A small number of outreach services are delivered under the auspice of organisations such as International Centre for Eyecare Education (ICEE) or the Fred Hollows Foundation. ICEE has developed a memorandum of understanding (MOU) with the Aboriginal Health and Medical Research Council of New South Wales and individual AMSs across New South Wales for the provision of outreach optometry services. Under the arrangement, ICEE arranges for local optometrists or an optometrist employed by ICEE to provide optometry services to AMSs. Services under the MOU are provided to 110 locations, and VOS funding has been claimed and provided to 24 of these. ICEE also provides outreach optometry to many communities in the Northern Territory, through an optometrist engaged on a full time basis. The Fred Hollows Foundation has a team providing outreach services to a range of communities in the Northern Territory.
Optometrists are one component of eye health services. Other components of eye health services include:
- Ophthalmologists, who are doctors specialising in the medical and surgical treatment of eye health issues. Ophthalmologists may work in private practice or be employed as a staff specialist at a public hospital. Many ophthalmologists in private practice are also visiting medical officers within public hospitals.

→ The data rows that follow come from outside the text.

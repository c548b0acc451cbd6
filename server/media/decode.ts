// Decodes a recording into a file of floats, from which it is rendered.
import { join } from 'node:path'
import { err, ok, type Result } from '@shared/result.ts'
import { decodeCommand, type FrameRange, type Sound } from './commands.ts'
import { mediaFault, type MediaFault } from './faults.ts'
import { startFfmpeg } from './ffmpeg.ts'
import { defaultMediaLimits, type MediaLimits } from './limits.ts'
import { throwIfOurs, type Probe } from './probe.ts'
import { openSoundFile, type SoundFile } from './sound-file.ts'

const soundName = 'sound.f32'

export type DecodeOptions = {
  probe: Probe
  /** All of it without. */
  only?: FrameRange
  limits?: Partial<MediaLimits>
  signal?: AbortSignal | undefined
}

/** More channels than two are mixed down. */
export const soundOf = (probe: Probe): Sound => ({
  sampleRate: probe.sampleRate,
  channels: probe.channels === 1 ? 1 : 2
})

/** Decodes the work folder's `source`, start and end padding of its format left out. Close what comes back. */
export const decodeSource = async (folder: string, options: DecodeOptions): Promise<Result<SoundFile, MediaFault>> => {
  const { probe, only, signal } = options
  const bounds = { ...defaultMediaLimits, ...options.limits }
  const sound = soundOf(probe)
  const maxSec = only ? only.to / sound.sampleRate + 1 : bounds.maxDurationSec + 1
  const sec = Math.min(maxSec, probe.durationFrom === 'header' ? probe.durationSec * 1.1 : bounds.maxDurationSec)
  const decoder = startFfmpeg(decodeCommand(sound, maxSec, { output: soundName, only }), {
    cwd: folder,
    limits: {
      cpuSec: 60 + sec * 0.3,
      wallSec: 120 + sec * 2,
      memoryBytes: bounds.memoryBytes,
      outputBytes: Math.ceil(maxSec) * sound.sampleRate * sound.channels * 4 + (1 << 20)
    },
    signal
  })
  // Nothing comes out of it, but a pipe that nobody reads never closes.
  decoder.stdout.resume()
  const exit = await decoder.exit
  throwIfOurs(exit, signal)
  if (exit.outcome === 'too-slow') return err(mediaFault('too-heavy'))
  if (exit.outcome === 'too-large') return err(mediaFault('too-long'))
  if (exit.outcome !== 'done') return err(mediaFault('truncated'))
  const file = openSoundFile(join(folder, soundName), sound)
  if (file.frames > 0) return ok(file)
  file.close()
  return err(mediaFault('empty'))
}
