// Wav files in and out for programs that are run from outside: written as 16 bit, read through ffmpeg.
import { writeFileSync } from 'node:fs'
import { ffmpeg } from '../../support/media.ts'

export interface Sound {
  sampleRate: number
  channels: Float32Array[]
}

export const writeWav = (path: string, { channels, sampleRate }: Sound): void => {
  const frames = channels[0]?.length ?? 0
  const bytes = Buffer.alloc(44 + frames * channels.length * 2)
  bytes.write('RIFF', 0)
  bytes.writeUInt32LE(bytes.length - 8, 4)
  bytes.write('WAVEfmt ', 8)
  bytes.writeUInt32LE(16, 16)
  bytes.writeUInt16LE(1, 20)
  bytes.writeUInt16LE(channels.length, 22)
  bytes.writeUInt32LE(sampleRate, 24)
  bytes.writeUInt32LE(sampleRate * channels.length * 2, 28)
  bytes.writeUInt16LE(channels.length * 2, 32)
  bytes.writeUInt16LE(16, 34)
  bytes.write('data', 36)
  bytes.writeUInt32LE(bytes.length - 44, 40)
  let at = 44
  for (let i = 0; i < frames; i += 1)
    for (const channel of channels) {
      const value = Math.round((channel[i] ?? 0) * 32_767)
      bytes.writeInt16LE(Math.max(-32_768, Math.min(32_767, value)), at)
      at += 2
    }
  writeFileSync(path, bytes)
}

/** Any audio that ffmpeg reads, at the rate asked for. */
export const readSound = (path: string, sampleRate: number, channels: number): Sound => {
  const raw = ffmpeg('-i', path, '-f', 'f32le', '-ac', String(channels), '-ar', String(sampleRate), '-')
  const frames = Math.floor(raw.length / 4 / channels)
  const out = Array.from({ length: channels }, () => new Float32Array(frames))
  for (let i = 0; i < frames; i += 1)
    out.forEach((channel, c) => {
      channel[i] = raw.readFloatLE((i * channels + c) * 4)
    })
  return { sampleRate, channels: out }
}
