/** Bounds on one recording and on the processes that read it. */
export type MediaLimits = {
  maxDurationSec: number
  /** Shorter than this is no recording. */
  minDurationSec: number
  /** Silence from the start that is enough to stop reading. */
  maxLeadingSilenceSec: number
  /** Address space of one process, in bytes. */
  memoryBytes: number
}

export const defaultMediaLimits: MediaLimits = {
  maxDurationSec: 6 * 3600,
  minDurationSec: 0.1,
  maxLeadingSilenceSec: 30 * 60,
  memoryBytes: 2 * 1024 ** 3
}

/** Below -60 dB of full scale everywhere counts as silent. */
export const silenceThreshold = 10 ** (-60 / 20)
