// What the cases are made of: sounds with the truth about them.
import { existsSync, readdirSync, readFileSync } from 'node:fs'
import { join } from 'node:path'
import {
  addKick,
  addNoise,
  addPluck,
  addVoice,
  createRandom,
  finish,
  frequencyOf,
  pan,
  plainPluck,
  steadyTone
} from './signals.ts'
import { readSound, type Sound } from './wav.ts'

export interface Attack {
  sec: number
  /** Of the note that begins; for the width of a period. */
  hertz: number
}

/** One steady stretch of a known pitch, apart from every other partial around it. */
export interface KnownPitch {
  hertz: number
  fromSec: number
  toSec: number
}

export interface Material {
  sound: Sound
  tone?: { hertz: number; partials: number }
  attacks?: Attack[]
  pitches?: KnownPitch[]
}

export const toneMaterial = (hertz: number): Material => {
  const partials = hertz < 120 ? 10 : 7
  const shape = { hertz, seconds: 4, partials, slope: -1 }
  return { sound: steadyTone(shape, hertz > 100 ? 48_000 : 44_100, Math.round(hertz)), tone: { hertz, partials } }
}

const melodySteps = [0, 3, 5, 7, 10, 7, 5, 12, 10, 3, 0, 5]

export interface PluckPlan {
  hertz: number
  isMelody?: boolean
  isRinging?: boolean
}

/** 24 notes; ringing ones are stopped by the next as on one string, the others before it. */
export const pluckMaterial = ({ hertz, isMelody, isRinging }: PluckPlan): Material => {
  const sampleRate = hertz > 60 ? 44_100 : 48_000
  const random = createRandom(1000 + Math.round(hertz) + (isMelody ? 7 : 0))
  const attacks: Attack[] = []
  let sec = 0.3
  for (let i = 0; i < 24; i += 1) {
    const step = isMelody ? (melodySteps[i % melodySteps.length] ?? 0) : 0
    attacks.push({ sec: Math.round(sec * sampleRate) / sampleRate, hertz: hertz * 2 ** (step / 12) })
    sec += 0.32 + 0.24 * random()
  }
  const out = new Float32Array(Math.round((sec + 0.4) * sampleRate))
  attacks.forEach((attack, i) => {
    const next = attacks[i + 1]?.sec ?? sec
    const holdSec = isRinging ? next - attack.sec : (next - attack.sec) * 0.78
    const level = 0.7 + 0.3 * random()
    addPluck(out, { ...plainPluck, ...attack, startSec: attack.sec, holdSec, level }, sampleRate, random)
  })
  return { sound: finish([out], sampleRate), attacks }
}

/** Bursts of 2 ms of noise, or blips of 1500 Hz that die away. */
export const clickMaterial = (kind: 'bursts' | 'blips'): Material => {
  const sampleRate = 44_100
  const random = createRandom(kind === 'blips' ? 31 : 32)
  const attacks: Attack[] = []
  for (let sec = 0.3; sec < 6; sec += 0.1 + 0.4 * random())
    attacks.push({ sec: Math.round(sec * sampleRate) / sampleRate, hertz: 1000 })
  const out = new Float32Array(Math.round(6.5 * sampleRate))
  for (const { sec } of attacks)
    if (kind === 'bursts') addNoise(out, { startSec: sec, seconds: 0.003, fall: 300, level: 1 }, sampleRate, random)
    else
      addVoice(
        out,
        { hertz: 1500, startSec: sec, holdSec: 0.03, level: 1, decay: 90, attackSec: 0.0007 },
        sampleRate,
        random
      )
  return { sound: finish([out], sampleRate), attacks }
}

const changes = [
  [38, [57, 60, 65, 69]],
  [31, [55, 59, 65]],
  [36, [52, 59, 62, 67]],
  [33, [55, 61, 64]]
] as const

/** A bass left of the middle, the voices of the chords spread to the right; `isHeld`: the chords hardly die away. */
export const mixMaterial = (isHeld: boolean): Material => {
  const sampleRate = 44_100
  const random = createRandom(isHeld ? 51 : 52)
  const frames = Math.round(8.6 * sampleRate)
  const sides = [new Float32Array(frames), new Float32Array(frames)]
  const pitches: KnownPitch[] = []
  const attacks: Attack[] = []
  changes.forEach(([bass, chord], bar) => {
    const begin = 0.2 + bar * 2
    for (const startSec of [begin, begin + 1]) {
      const hertz = frequencyOf(bass)
      const mono = new Float32Array(frames)
      addPluck(mono, { ...plainPluck, decay: 0.8, hertz, startSec, holdSec: 0.92, level: 0.8 }, sampleRate, random)
      pan(mono, 0.3, sides)
      pitches.push({ hertz: hertz * Math.sqrt(1 + 8e-5), fromSec: startSec + 0.15, toSec: startSec + 0.85 })
      attacks.push({ sec: startSec, hertz })
    }
    chord.forEach((midi, i) => {
      const hertz = frequencyOf(midi)
      const mono = new Float32Array(frames)
      const decay = isHeld ? 0.3 : 1.5
      addVoice(mono, { hertz, startSec: begin, holdSec: 1.9, level: 0.3, decay, attackSec: 0.02 }, sampleRate, random)
      pan(mono, 0.35 + 0.2 * i, sides)
      pitches.push({ hertz, fromSec: begin + 0.2, toSec: begin + 0.95 })
    })
  })
  return { sound: finish(sides, sampleRate), pitches, attacks }
}

/** A walking line, soft drums and chords off the beat, in stereo. */
export const bandMaterial = (beatSec: number): Material => {
  const sampleRate = 44_100
  const random = createRandom(Math.round(beatSec * 1000))
  const beats = Math.floor(9.5 / beatSec)
  const frames = Math.round((beats * beatSec + 0.8) * sampleRate)
  const sides = [new Float32Array(frames), new Float32Array(frames)]
  const [bass, drums, keys] = [new Float32Array(frames), new Float32Array(frames), new Float32Array(frames)] as const
  const attacks: Attack[] = []
  const walk = [0, 4, 7, 9, 10, 9, 7, 3]
  for (let beat = 0; beat < beats; beat += 1) {
    const sec = 0.25 + beat * beatSec + 0.012 * (random() - 0.5)
    const hertz = frequencyOf(33 + 5 * (Math.floor(beat / 8) % 2) + (walk[beat % 8] ?? 0))
    addPluck(
      bass,
      { ...plainPluck, hertz, startSec: sec, holdSec: beatSec * 0.85, level: 0.7, noise: 0.15 },
      sampleRate,
      random
    )
    attacks.push({ sec, hertz })
    const grid = 0.25 + beat * beatSec
    addNoise(drums, { startSec: grid, seconds: 0.18, fall: 28, level: 0.1 }, sampleRate, random)
    if (beat % 2 === 1)
      addNoise(drums, { startSec: grid + beatSec * 0.66, seconds: 0.08, fall: 60, level: 0.08 }, sampleRate, random)
    if (beat % 4 === 0) addKick(drums, grid, 0.5, sampleRate)
    if (beat % 3 === 1)
      for (const step of [16, 19, 22, 26])
        addVoice(
          keys,
          {
            hertz: frequencyOf(36 + step),
            startSec: grid + beatSec / 2,
            holdSec: beatSec * 0.7,
            level: 0.14,
            decay: 2.5,
            attackSec: 0.004
          },
          sampleRate,
          random
        )
  }
  pan(bass, 0.45, sides)
  pan(drums, 0.6, sides)
  pan(keys, 0.3, sides)
  return { sound: finish(sides, sampleRate), attacks }
}

const clipFolder = join(import.meta.dirname, '../../../../shared/audio-bench/clips')

/** Rendered clips kept beside the project, when they are there; not those through a telephone, in which noise hides the onsets. */
export const clipNames = (): string[] =>
  existsSync(clipFolder)
    ? readdirSync(clipFolder)
        .filter((name) => name.endsWith('.json'))
        .map((name) => name.replace('.json', ''))
        .filter((name) => !readFileSync(join(clipFolder, `${name}.json`), 'utf8').includes('"condition": "phone"'))
        .sort()
    : []

/** The first 10 seconds, with the beginnings of the bass's notes. */
export const clipMaterial = (name: string): Material => {
  const truth = JSON.parse(readFileSync(join(clipFolder, `${name}.json`), 'utf8')) as {
    audio: string
    notes: { onset: number; midi: number }[]
  }
  const seconds = 10
  const whole = readSound(join(clipFolder, truth.audio), 44_100, 2)
  const channels = whole.channels.map((channel) => channel.map((value) => value * 0.8).subarray(0, seconds * 44_100))
  const attacks = truth.notes
    .filter((note) => note.onset < seconds - 0.5)
    .map((note) => ({ sec: note.onset, hertz: frequencyOf(note.midi) }))
  return { sound: { channels, sampleRate: 44_100 }, attacks }
}
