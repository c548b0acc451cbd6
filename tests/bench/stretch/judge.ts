// All figures of one case.
import { type AttackOptions, compareAttacks, measureNotes } from './attack-measures.ts'
import { type Case, ratioOf } from './cases.ts'
import { middleChannel } from './dsp.ts'
import type { Figures } from './limits.ts'
import type { Material } from './material.ts'
import { measureTone, type Span } from './tone-measures.ts'
import { findOnsets, matchOnsets, measureMix, measureWhole, spectralDistance } from './whole-measures.ts'
import type { Sound } from './wav.ts'
import { median } from '@shared/timing/statistics'
import { percentile } from '../statistics.ts'

/** The middle of a tone, at most 6 s of it. */
const steadySpan = (frames: number, rate: number): Span => {
  const half = Math.min(3 * rate, 0.36 * frames)
  return { from: Math.round(frames / 2 - half), to: Math.round(frames / 2 + half) }
}

const toneFigures = (
  tone: { hertz: number; partials: number },
  source: Sound,
  output: Sound,
  ratio: number
): Figures => {
  const measured = [
    { sound: source, hertz: tone.hertz },
    { sound: output, hertz: tone.hertz * ratio }
  ].map(({ sound, hertz }) => {
    const x = middleChannel(sound.channels)
    return measureTone(x, sound.sampleRate, hertz, tone.partials, steadySpan(x.length, sound.sampleRate))
  })
  const [before, after] = measured
  if (!before || !after) throw new Error('two sounds are measured')
  const levels = after.partials.map((level, i) => Math.abs(level - (before.partials[i] ?? level)))
  return {
    cents: after.cents,
    ripple: after.ripple,
    partialDb: Math.max(...levels),
    offPartials: after.offPartials
  }
}

const attackFigures = (one: Case, { attacks = [], sound }: Material, output: Sound): Figures => {
  const isClick = one.group === 'clicks'
  const ratio = ratioOf(one)
  const options = (by: number): AttackOptions => ({
    fineSec: isClick ? 0.0005 : 0.002,
    noiseHz: (isClick ? 500 : 4500) * by
  })
  const warped = attacks.map(({ sec, hertz }) => ({ sec: sec / one.speed, hertz: hertz * ratio }))
  const before = measureNotes(middleChannel(sound.channels), sound.sampleRate, attacks, 1, one.speed, options(1))
  const after = measureNotes(
    middleChannel(output.channels),
    output.sampleRate,
    warped,
    1 / one.speed,
    1,
    options(ratio)
  )
  return { ...compareAttacks(before, after) }
}

const clipFigures = (one: Case, source: Sound, output: Sound): Figures => {
  const expected = findOnsets(source, 1).map((sec) => sec / one.speed)
  const { f1, late } = matchOnsets(expected, findOnsets(output, 1 / one.speed), 0.05 * Math.max(1, 0.5 / one.speed))
  const offset = median(late) ?? NaN
  return {
    f1,
    offset: offset * 1000,
    place95:
      1000 *
      percentile(
        late.map((value) => Math.abs(value - offset)),
        0.95
      )
  }
}

export const judge = (one: Case, material: Material, output: Sound): Figures => {
  const { sound, tone, attacks, pitches } = material
  const ratio = ratioOf(one)
  const isShifted = one.semitones !== 0 || one.cents !== 0
  const figures: Figures = {}
  if (tone) Object.assign(figures, toneFigures(tone, sound, output, ratio))
  if (pitches) Object.assign(figures, measureMix(sound, output, pitches, one.speed, ratio))
  if (attacks && (one.group === 'plucks' || one.group === 'clicks'))
    Object.assign(figures, attackFigures(one, material, output))
  if (one.group === 'clips') Object.assign(figures, clipFigures(one, sound, output))
  if (!isShifted && one.group !== 'tones' && one.group !== 'clicks')
    figures.distance = spectralDistance(sound, output, one.speed, one.group === 'clips' ? 40 : 50)
  return { ...figures, ...measureWhole(sound, output, one.speed) }
}
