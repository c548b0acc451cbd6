// Ogg pages (RFC 3533) and the Opus headers in them (RFC 7845): just enough to take packets out and put them in again.

const polynomial = 0x04c11db7
const crcTable = Uint32Array.from({ length: 256 }, (_, byte) => {
  let rest = byte << 24
  for (let bit = 0; bit < 8; bit++) rest = rest & 0x80000000 ? (rest << 1) ^ polynomial : rest << 1
  return rest >>> 0
})

const checksum = (bytes: Uint8Array): number => {
  let sum = 0
  for (const byte of bytes) sum = ((sum << 8) ^ (crcTable[(sum >>> 24) ^ byte] ?? 0)) >>> 0
  return sum
}

const pageHeaderBytes = 27
const mostSegments = 255

export type PageFlags = { first?: boolean; last?: boolean }

/** Segments that a packet takes on a page. */
const segmentsOf = (packet: Uint8Array): number => Math.floor(packet.length / 255) + 1

const writePage = (packets: Uint8Array[], granule: number, sequence: number, flags: PageFlags): Buffer => {
  const lacing = packets.flatMap((packet) => [...Array<number>(segmentsOf(packet) - 1).fill(255), packet.length % 255])
  const head = Buffer.alloc(pageHeaderBytes + lacing.length)
  head.write('OggS')
  head[5] = (flags.first ? 2 : 0) | (flags.last ? 4 : 0)
  head.writeBigInt64LE(BigInt(granule), 6)
  head.writeUInt32LE(1, 14)
  head.writeUInt32LE(sequence, 18)
  head[26] = lacing.length
  head.set(lacing, pageHeaderBytes)
  const page = Buffer.concat([head, ...packets])
  page.writeUInt32LE(checksum(page), 22)
  return page
}

/** Packets in groups that each fit on one page. */
const groupForPages = (packets: Uint8Array[]): Uint8Array[][] => {
  const groups: Uint8Array[][] = []
  let room = 0
  for (const packet of packets) {
    const needed = segmentsOf(packet)
    if (needed > room) {
      groups.push([])
      room = mostSegments
    }
    groups.at(-1)?.push(packet)
    room -= needed
  }
  return groups
}

const emptyTags = Buffer.concat([Buffer.from('OpusTags'), Buffer.alloc(8)])

/** Frames per second of every Opus clock, whatever went in (RFC 7845, section 4). */
export const opusRate = 48_000

/** An Ogg Opus file around packets of `framesPerPacket`: no pre-skip, no end trim, no tags, so a decoder gives all frames. */
export const writeOpusFile = (opusHead: Uint8Array, packets: Uint8Array[], framesPerPacket: number): Buffer => {
  const head = Buffer.from(opusHead)
  head.writeUInt16LE(0, 10)
  const groups = groupForPages(packets)
  let granule = 0
  const pages = groups.map((group, index) => {
    granule += group.length * framesPerPacket
    return writePage(group, granule, index + 2, { last: index === groups.length - 1 })
  })
  return Buffer.concat([writePage([head], 0, 0, { first: true }), writePage([emptyTags], 0, 1, {}), ...pages])
}

export const preSkipOf = (opusHead: Uint8Array): number =>
  Buffer.from(opusHead.buffer, opusHead.byteOffset, opusHead.byteLength).readUInt16LE(10)

/** Takes a stream of Ogg bytes apart as they come; `onPacket` gets each whole packet. Throws on what is no Ogg page. */
export const createOggReader = (onPacket: (packet: Buffer) => void) => {
  let rest: Buffer = Buffer.alloc(0)
  let parts: Buffer[] = []
  let granule = 0

  const readPage = (): boolean => {
    if (rest.length < pageHeaderBytes) return false
    if (rest.toString('latin1', 0, 4) !== 'OggS') throw new Error('Not an Ogg page')
    const segments = rest[26] ?? 0
    const lacing = rest.subarray(pageHeaderBytes, pageHeaderBytes + segments)
    const length = pageHeaderBytes + segments + lacing.reduce((sum, size) => sum + size, 0)
    if (rest.length < length) return false
    granule = Number(rest.readBigInt64LE(6))
    let offset = pageHeaderBytes + segments
    for (const size of lacing) {
      parts.push(rest.subarray(offset, offset + size))
      offset += size
      if (size < 255) {
        onPacket(Buffer.concat(parts))
        parts = []
      }
    }
    rest = rest.subarray(length)
    return true
  }

  return {
    push(chunk: Buffer): void {
      rest = rest.length === 0 ? chunk : Buffer.concat([rest, chunk])
      while (readPage());
    },
    /** Granule position of the last page read: frames up to its end, pre-skip included, end trim taken off. */
    granule: () => granule
  }
}
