// Writes a peak file while the recording is being read: the finest level goes straight to disk, coarser ones wait.
import { open } from 'node:fs/promises'
import { createPeakFolder } from '@shared/audio/peak-folder.ts'
import { encodePeakHeader, peakHeaderBytes, peakLayout, type PeakHeader } from '@shared/audio/peaks.ts'

const blockBytes = 1 << 18

/** Bytes that grow block by block; six hours of stereo leave some 11 MB of them in the coarser levels. */
const createShelf = () => {
  let blocks: Buffer[] = []
  let last = Buffer.alloc(blockBytes)
  let used = 0
  const seal = () => {
    if (used > 0) blocks.push(last.subarray(0, used))
    last = Buffer.alloc(blockBytes)
    used = 0
  }
  return {
    put(bucket: Int16Array): void {
      if (used + bucket.length * 2 > blockBytes) seal()
      for (const value of bucket) used = last.writeInt16LE(value, used)
    },
    isFull: () => blocks.length > 0,
    take(): Buffer[] {
      seal()
      const taken = blocks
      blocks = []
      return taken
    }
  }
}

export const createPeaksWriter = async (path: string, sampleRate: number, channels: number) => {
  const file = await open(path, 'wx')
  const shelves = peakLayout(sampleRate, channels, 0).levels.map(createShelf)
  const folder = createPeakFolder(channels, (level, bucket) => shelves[level]?.put(bucket))
  let end = peakHeaderBytes

  const writeAt = async (bytes: Uint8Array, position: number): Promise<void> => {
    for (let done = 0; done < bytes.length;) {
      // A disk that fills up may take a part before it refuses the rest.
      done += (await file.write(bytes, done, bytes.length - done, position + done)).bytesWritten
    }
  }

  const append = async (blocks: Buffer[]): Promise<void> => {
    for (const block of blocks) {
      await writeAt(block, end)
      end += block.length
    }
  }

  return {
    async push(samples: Float32Array): Promise<void> {
      folder.push(samples)
      const finest = shelves[0]
      if (finest?.isFull()) await append(finest.take())
    },
    frames: folder.frames,
    loudest: folder.loudest,
    async finish(): Promise<PeakHeader> {
      folder.finish()
      for (const shelf of shelves) await append(shelf.take())
      const header = peakLayout(sampleRate, channels, folder.frames())
      await writeAt(encodePeakHeader(header), 0)
      return header
    },
    close: () => file.close()
  }
}
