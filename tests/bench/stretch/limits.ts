// What a stretched case may be off by.
import type { Case } from './cases.ts'

export type Figures = Record<string, number>

export interface Limit {
  figure: string
  /** Highest absolute value, or with `isSigned` the highest. */
  most?: number
  least?: number
  isSigned?: boolean
}

const wholeLimits: Limit[] = [
  { figure: 'lengthMs', most: 1 },
  { figure: 'energyDb', most: 1 },
  { figure: 'peak', most: 0.999 }
]
/** Clicks that keep their attack are as loud and as many over a longer time: their energy over all must fall. */
const clickWholeLimits = wholeLimits.filter((limit) => limit.figure !== 'energyDb')

/** Places may be off by twice as much at quarter speed. */
const slowness = (speed: number): number => (speed <= 0.25 ? 2 : 1)

const toneLimits = (hertz: number): Limit[] => {
  const isLow = hertz < 40
  return [
    { figure: 'cents', most: 1 },
    { figure: 'ripple', most: isLow ? 1.25 : 0.15 },
    { figure: 'partialDb', most: isLow ? 1.5 : 0.5 },
    { figure: 'offPartials', most: isLow ? -18.5 : -29, isSigned: true }
  ]
}

const attackLimits = ({ speed }: Case, placeMs: number): Limit[] => [
  { figure: 'place95', most: placeMs * slowness(speed) },
  { figure: 'offset', most: 5 * slowness(speed) },
  { figure: 'doubled', most: 0 },
  { figure: 'rise', most: 1.3, isSigned: true },
  { figure: 'preEcho', most: speed < 0.5 ? -20 : -26, isSigned: true }
]

export const limitsOf = (one: Case, facts: { hertz?: number }): Limit[] => {
  const { group, speed } = one
  const isShifted = one.semitones !== 0 || one.cents !== 0
  const hertz = facts.hertz ?? 1000
  const distance = (most: number): Limit[] => (isShifted ? [] : [{ figure: 'distance', most }])
  switch (group) {
    case 'tones':
      return [...wholeLimits, ...toneLimits(hertz)]
    case 'plucks':
      return [
        ...wholeLimits,
        // A waveform shifted by resampling rises by as much slower or faster: the rise is judged unshifted.
        ...attackLimits(one, hertz < 60 ? 10 : 5).filter((limit) => !isShifted || limit.figure !== 'rise'),
        { figure: 'noiseOffset', most: 5 * slowness(speed) },
        ...distance(speed < 0.5 ? 3.1 : 3)
      ]
    case 'clicks':
      return [...clickWholeLimits, ...attackLimits(one, 2)]
    case 'mixes':
      return [...wholeLimits, { figure: 'cents', most: 1 }, { figure: 'image', most: 0.5 }, ...distance(2)]
    case 'clips':
      return [
        ...wholeLimits,
        { figure: 'place95', most: 12.5 * slowness(speed) },
        { figure: 'f1', least: speed <= 0.25 ? 0.88 : 0.93 },
        ...distance(3.4)
      ]
  }
}

export const failuresOf = (figures: Figures, limits: readonly Limit[]): string[] =>
  limits
    .filter(({ figure, most, least, isSigned }) => {
      const value = figures[figure] ?? NaN
      const size = isSigned ? value : Math.abs(value)
      return !((most === undefined || size <= most) && (least === undefined || value >= least))
    })
    .map((limit) => limit.figure)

- Orthoptists, who specialise in diagnosis and management of ocular motility, amblyopia (lazy eye) and binocular vision disorders, usually through eye exercises. Orthoptists typically work closely with ophthalmologists to manage binocular vision treatment.
- Ophthalmic nurses, specialising in working closely with and assisting ophthalmologists.
- GPs, who are often consulted on emergency eye health issues (e.g. minor injuries or infections) and may also include eye examinations as a part of routine medical care.
- Remote area nurses, who often play a similar role to GPs in remote locations, and may also play a role in screening programs (such as trachoma screening).
- Aboriginal health workers, who may also be involved in screening (e.g. trachoma screening), managing minor eye health issues, patient and community education, working with visiting optometrists and ophthalmologists.
- Regional eye health coordinators, who are in positions funded by OATSIH and employed by AMSs. Eye health coordinators play different roles across Australia but frequently work with outreach optometrists and ophthalmologists in coordinating and assisting with outreach services. Eye health coordinators have a regional role, not exclusive to the AMS that employs them. The positions were originally established with funding from OATSIH. However, in recent years the funding has been incorporated into more general funding, without an explicit requirement to continue the employment of a designated eye health coordinator.